Big Data, Business Intelligence, Analytics: where do companies stand in these areas? What have they implemented in their management structures to create a lever effect on their data, tools and emerging knowledge? How do they position these themes in their management organisation?

Some semantic definitions

– Big Data: the immense volume of data produced at every moment by us, individuals: discussions on social networks and blogs (non-structured data), internet navigations, purchases; by our “machines” and systems, often despite us: geolocalisation, radar checks, money withdrawals, telephone communications (structured data); by our administrations; by health systems; by research professionals: consumer, medical… and of course, by businesses themselves in their functioning.

– Business Intelligence (BI): the intelligent formatting of data, often internal company data, which allows easy reading and quick decision-making. BI tools do not think (it is the decision-maker who thinks), they sequence information from the past.

– Analytics (or Predictive Analytics): is the analysis of (large) volumes of data thanks to artificial intelligence tools and sophisticated algorithms. Analytics thinks, using these raw materials, and generates precise recommendations to improve performance. Analytics answers questions such as “What combinations of actions should we carry out to keep our clients? to sell them such and such new product?”; “What components should we put in a new perfume to create a trend that will spread?”; “What actions would reveal fraud?”; “How can we identify an incident?”…

What are the challenges for companies?

The market now offers very sophisticated tools to capture dispersed data and in a certain number of cases, completely non-structured data, sometimes in very large volumes, to order it with a view to analysing it. The challenge for companies is to coordinate all the elements in this ecosystem to provide “insights” to its business directors (Marketing, Risk, Sales, Research and Development, Innovation…) that are relevant and generate value.

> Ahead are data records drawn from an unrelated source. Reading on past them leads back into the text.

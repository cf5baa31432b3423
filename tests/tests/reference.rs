//! The engine against the reference tools, on the same inputs.

use std::sync::Arc;

use framewise_engine::filter::FilterSpec;
use framewise_engine::frame::{self, DecodeScratch, RgbImage};
use framewise_engine::manifest::{InputSpec, Interpolation, ResizeRule};
use framewise_engine::pipeline::{self, FrameSpec, Scratch};
use framewise_engine::preprocess::{Preprocessor, luma_of};
use framewise_engine::quality::laplacian_variance;
use framewise_engine::{
    EngineKind, EngineOptions, FrameRef, Model, ModelPackage, PixelFormat, Region, YuvMatrix,
    YuvRange, YuvSpec,
};
use framewise_tests::{
    byte_diff, demo_model, demo_model_onnxruntime, fixtures, index, max_abs_diff,
    onnxruntime_options, read_bytes, read_f32,
};
use serde_json::Value;

fn floats(v: &Value) -> Vec<f64> {
    v.as_array()
        .expect("array")
        .iter()
        .map(|x| x.as_f64().expect("number"))
        .collect()
}

fn check_inference(model: &Model, cases: &Value, tolerance: f64) -> f64 {
    let mut worst = 0.0f64;
    let cases = cases["cases"].as_array().expect("cases");
    assert!(cases.len() >= 20, "at least 20 inputs, got {}", cases.len());
    for (i, case) in cases.iter().enumerate() {
        let input = read_f32(case["input"].as_str().expect("input"));
        let got = model.infer(&input).expect("inference runs");
        let diff = max_abs_diff(&got, &floats(&case["probs"]));
        // Reference: onnxruntime 1.32 (CPUExecutionProvider) on the same tensor, softmax in float64.
        assert!(
            diff <= tolerance,
            "case {i}: max |ours - onnxruntime| = {diff:e} > {tolerance:e}"
        );
        worst = worst.max(diff);
    }
    worst
}

#[test]
fn demo_model_equals_onnxruntime() {
    let worst = check_inference(&demo_model(), &index()["inference"]["demo"], 1e-5);
    eprintln!("demo model: max |tract - onnxruntime| = {worst:e}");
}

#[test]
fn demo_model_on_the_onnxruntime_engine_equals_python_onnxruntime() {
    let model = demo_model_onnxruntime();
    assert_eq!(model.identity().engine, "onnxruntime");
    // Reference: Python onnxruntime on the same tensors (the same library, called through its C API here).
    let worst = check_inference(&model, &index()["inference"]["demo"], 1e-6);
    eprintln!("demo model: max |framewise onnxruntime engine - Python onnxruntime| = {worst:e}");
}

#[test]
fn bench_model_equals_onnxruntime_on_every_engine_and_thread_count() {
    let package = ModelPackage::read(&fixtures().join("bench-model")).expect("bench package reads");
    let model = Model::load(&package, None).expect("bench model loads");
    assert!(
        model.can_batch(),
        "the bench model has a symbolic batch dimension"
    );
    let cases = &index()["inference"]["bench"];
    let worst = check_inference(&model, cases, 1e-4);
    eprintln!("bench model: max |tract - onnxruntime| = {worst:e}");
    let two = Model::load_with(
        &package,
        None,
        &EngineOptions {
            threads: 2,
            ..EngineOptions::default()
        },
    )
    .expect("bench model loads on tract with 2 threads");
    let worst = check_inference(&two, cases, 1e-4);
    eprintln!("bench model: max |tract (2 threads) - onnxruntime| = {worst:e}");
    for threads in [1, 2] {
        let model = Model::load_with(&package, None, &onnxruntime_options(threads))
            .expect("bench model loads on ONNX Runtime");
        assert_eq!(model.identity().engine, "onnxruntime");
        let worst = check_inference(&model, cases, 1e-5);
        eprintln!(
            "bench model: max |onnxruntime engine ({threads} threads) - Python onnxruntime| = {worst:e}"
        );
    }
}

#[test]
fn auto_engine_takes_onnxruntime_when_it_loads_and_tract_otherwise() {
    let package = framewise_tests::demo_package();
    let mut options = onnxruntime_options(1);
    options.kind = EngineKind::Auto;
    let model = Model::load_with(&package, None, &options).expect("auto loads");
    assert_eq!(model.identity().engine, "onnxruntime");
    options.onnxruntime_library = Some("/nonexistent/libonnxruntime.so".into());
    let model = Model::load_with(&package, None, &options).expect("auto falls back");
    assert_eq!(model.identity().engine, "tract");
    options.kind = EngineKind::OnnxRuntime;
    let err = Model::load_with(&package, None, &options).expect_err("a missing library is refused");
    let text = err.to_string();
    assert!(
        text.contains("/nonexistent/libonnxruntime.so") && text.contains("onnxruntime"),
        "{text}"
    );
}

#[test]
fn batches_equal_single_frames() {
    let model = demo_model();
    let cases = index()["inference"]["demo"]["cases"]
        .as_array()
        .expect("cases")
        .clone();
    let inputs: Vec<Vec<f32>> = cases
        .iter()
        .take(5)
        .map(|c| read_f32(c["input"].as_str().expect("input")))
        .collect();
    let refs: Vec<&[f32]> = inputs.iter().map(Vec::as_slice).collect();
    let batch = model.infer_batch(&refs).expect("batch runs");
    for (i, input) in inputs.iter().enumerate() {
        let single = model.infer(input).expect("single runs");
        let diff = single
            .iter()
            .zip(&batch[i])
            .map(|(a, b)| (a - b).abs())
            .fold(0.0f32, f32::max);
        // Reference: the same model on one frame; batching must not change the numbers beyond float rounding.
        assert!(
            diff <= 1e-6,
            "frame {i}: batch differs from single by {diff:e}"
        );
    }
}

fn format_of(name: &str) -> PixelFormat {
    PixelFormat::from_name(name).expect("known format")
}

/// The raw frame a fixture case describes.
fn frame_of<'a>(case: &Value, data: &'a [u8]) -> FrameRef<'a> {
    FrameRef {
        format: format_of(case["format"].as_str().expect("format")),
        width: case["width"].as_u64().expect("w") as u32,
        height: case["height"].as_u64().expect("h") as u32,
        stride: case["stride"].as_u64().expect("stride") as u32,
        data,
    }
}

fn region_of(v: &Value) -> Option<Region> {
    if v.is_null() {
        return None;
    }
    let n = |k: &str| v[k].as_u64().expect("region field") as u32;
    Some(Region {
        x: n("x"),
        y: n("y"),
        width: n("width"),
        height: n("height"),
    })
}

#[test]
fn colour_conversion_matches_opencv_and_the_standards() {
    let mut report = Vec::new();
    for case in index()["whole_path"].as_array().expect("cases") {
        let format = format_of(case["format"].as_str().expect("format"));
        let data = read_bytes(case["frame"].as_str().expect("frame"));
        let frame = frame_of(case, &data);
        let region = region_of(&case["region"]);
        let convert = |spec: YuvSpec| {
            let mut out = RgbImage::default();
            frame::to_rgb(
                &frame,
                region,
                spec,
                &Default::default(),
                &mut DecodeScratch::default(),
                &mut out,
            )
            .expect("frame converts");
            out
        };
        let ours = convert(YuvSpec::default());
        let expected = read_bytes(case["expected_rgb"].as_str().expect("rgb"));
        let (max, count) = byte_diff(&ours.data, &expected);
        let limit = match format {
            // Reference: cv2.cvtColor / cv2.imdecode. Raw RGB-family layouts and PNG are lossless: exact.
            PixelFormat::Rgb8
            | PixelFormat::Bgr8
            | PixelFormat::Rgba8
            | PixelFormat::Bgra8
            | PixelFormat::Gray8
            | PixelFormat::Png => 0,
            // Reference: cv2.cvtColor COLOR_YUV2RGB_NV12/I420/YUYV (BT.601 limited range, fixed point). Our
            // converter rounds differently: measured here at most 2 grey levels.
            PixelFormat::Nv12 | PixelFormat::I420 | PixelFormat::Yuyv => 2,
            // Reference: cv2.imdecode (libjpeg-turbo); JPEG decoders may differ in IDCT and chroma upsampling.
            // Measured here: see the report line.
            PixelFormat::Jpeg => 40,
        };
        report.push(format!(
            "{format} region={:?}: max {max}, {count} bytes differ",
            region.map(|r| r.to_string())
        ));
        assert!(
            max <= limit,
            "{format} {region:?}: max difference {max} > {limit} against OpenCV"
        );
        if let Some(standards) = case.get("standard_rgb").and_then(Value::as_object) {
            for (key, file) in standards {
                let (matrix, range) = match key.as_str() {
                    "bt601_limited" => (YuvMatrix::Bt601, YuvRange::Limited),
                    "bt601_full" => (YuvMatrix::Bt601, YuvRange::Full),
                    "bt709_limited" => (YuvMatrix::Bt709, YuvRange::Limited),
                    _ => (YuvMatrix::Bt709, YuvRange::Full),
                };
                let ours = convert(YuvSpec { matrix, range });
                let expected = read_bytes(file.as_str().expect("file"));
                let (max, _) = byte_diff(&ours.data, &expected);
                // Reference: the ITU-R BT.601 / BT.709 equations in float (NumPy), rounded once.
                report.push(format!(
                    "{format} {key}: max {max} against the ITU-R equations"
                ));
                assert!(
                    max <= 2,
                    "{format} {key}: max difference {max} > 2 against the ITU-R equations"
                );
            }
        }
    }
    eprintln!("{}", report.join("\n"));
}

This is the role given to the Chief Data Officer (when there is one, which is still rare). He or she must understand the important challenges present in the company, they must be at the heart of the strategic thinking (and very much upstream), have a real power of influence and have resources at his or her disposal. He or she is a member of the executive board. He or she discerns the issues to be addressed by Analytics for each business area and coordinates the implementation of the architecture that will industrialise the processes, from the collection of data right through to the delivery of recommendations to the directors. His or her mission is to implement and then manage the analytics “factory” that will best exploit the available data. Of course, he or she will be permanently monitoring the whole “value loop”:

– new subjects that should be addressed to help business directors to improve performance

– data sources that are constantly multiplying and changing (social networks and blogs, for example, are sources that are just starting to be exploitable)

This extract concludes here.